2023年6月6日(火) 15:00 〜 16:40 P会場 (会議室 G1+G2)

オーガナイザ:伊藤 孝行、大沼 進、松尾 徳朗、白松 俊

16:20 〜 16:40

[1P4-OS-16a-05] Discourse Quality Indexを用いた討議の質の可視化

除去土壌をめぐる模擬市民参加ワークショップを題材として

〇柴田 侑秀1、相馬 ゆめ1、辻本 光英1、植 穂奈美1、木原 なな1、保高 徹生2、大沼 進1 (1. 北海道大学、2. 国立研究開発法人産業技術総合研究所)

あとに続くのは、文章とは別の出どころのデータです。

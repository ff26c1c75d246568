// The share page's sign-off card: when the studio asked for the client's sign-off, the viewer (a guest holding the
// link) signs off or asks for changes under their name; afterwards the card shows the decision in our words.
import { useState } from 'react';
import { ClientDecisionForm, ClientDecisionLine, ClientSignOffHeading, type ClientSide, type DecisionInput } from '../review/ClientSignOff';
import type { ClientStep } from '~/lib/review/states';

interface Props {
  token: string;
  initial: ClientSide & { clientSteps: ClientStep[] };
}

export default function ShareSignOff({ token, initial }: Props) {
  const [side, setSide] = useState<ClientSide>(initial);
  const [open, setOpen] = useState(initial.clientSteps.includes('sign-off'));
  const [done, setDone] = useState<string | null>(null);

  async function decide(input: DecisionInput) {
    const res = await fetch(`/api/shared/${token}/decision`, {
      method: 'POST',
      credentials: 'same-origin',
      headers: { accept: 'application/json', 'content-type': 'application/json' },
      body: JSON.stringify({ name: input.name, decision: input.decision, ...(input.comment ? { comment: input.comment } : {}), ...(input.email ? { email: input.email } : {}) }),
    }).catch(() => null);
    const body = await res?.json().catch(() => null);
    if (!res || !res.ok) {
      return { message: body?.error?.message ?? 'Could not reach the studio. Check your connection and try again.', fields: body?.error?.fields ?? {} };
    }
    setSide(body.version);
    setOpen(false);
    const confirmed = body.confirmationTo ? ` A confirmation is on its way to ${body.confirmationTo}.` : '';
    setDone((input.decision === 'sign-off' ? 'Thank you: you signed off this version. The studio has been told.' : 'Sent: the studio has your request for changes.') + confirmed);
    return null;
  }

  if (side.clientState === 'not sent') return null;
  return (
    <section className="card p-5 text-sm" data-testid="share-sign-off">
      <ClientSignOffHeading title="Your sign-off" state={side.clientState} testId="share-client-state" titleClass="text-base font-semibold" />
      {open ? (
        <>
          <p className="mt-2 text-ink-soft">The studio approved this version and asks whether it works for you. Sign off, or say what should change.</p>
          <ClientDecisionForm idPrefix="share" askName onDecide={decide} />
        </>
      ) : (
        <ClientDecisionLine side={side} />
      )}
      {done && (
        <p className="mt-3 text-foam-600" role="status" data-testid="share-sign-off-done">
          {done}
        </p>
      )}
    </section>
  );
}
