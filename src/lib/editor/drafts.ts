// Unsaved work kept in the browser per shot (localStorage), offered back when the artist returns.
import type { EditorDoc } from './document';

export interface StoredDraft {
  scene: EditorDoc;
  /** When it was kept, ms since the epoch. */
  savedAt: number;
  /** The version the editing started from (null: a new scene). */
  baseVersionId: number | null;
}

export const draftKey = (shotId: number) => `tidemark:editor-draft:shot-${shotId}`;

type StorageLike = Pick<Storage, 'getItem' | 'setItem' | 'removeItem'>;

export function keepDraft(storage: StorageLike, shotId: number, draft: StoredDraft): void {
  try { storage.setItem(draftKey(shotId), JSON.stringify(draft)); } catch { /* full or disabled: the draft is a convenience */ }
}

export function readDraft(storage: StorageLike, shotId: number): StoredDraft | null {
  try {
    const raw = storage.getItem(draftKey(shotId));
    if (!raw) return null;
    const d = JSON.parse(raw) as StoredDraft;
    return d && typeof d === 'object' && d.scene && typeof d.savedAt === 'number' ? d : null;
  } catch {
    return null;
  }
}

export function dropDraft(storage: StorageLike, shotId: number): void {
  try { storage.removeItem(draftKey(shotId)); } catch { /* ignore */ }
}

キーワード:Discourse Quality Index (DQI)、公正、共通善、テキストマイニング、市民参加ワークショップ

本研究では、除去土壌県外最終処分を題材として実施したワークショップで行われた議論を取り上げ、Discourse Quality Index (DQI) を用いて討議の質を可視化することを目的とした。社会問題の議論においては、功利主義や不衡平の緩和、除去土壌の中間貯蔵という負担を負ってきた最不遇者である福島への慮りというマキシミン原理といった社会全体の望ましさである共通善が万遍なく議論されることが望ましい。DQIは討議に参加していない第三者が、議論で行われた発話ごとにどのような側面からの発言であるかを評価するものである。評価の結果、共通善ではリスクやコストといった功利主義的な視点が最も言及されていた一方、福島への慮りという視点からの発言は少なかった。また、風評被害や公衆の理解、新たに負担を引き受ける人々についての言及が多かった。テキストマイニングによる分析の結果、「福島」という地名の登場回数が多くないことや、「安全」という言葉が再生利用などと強く結びついていた。以上より、討議では福島の人々が負ってきた負担というマキシミン原理からの議論よりも、リスクやそれに対する人々の反応について言及されていた。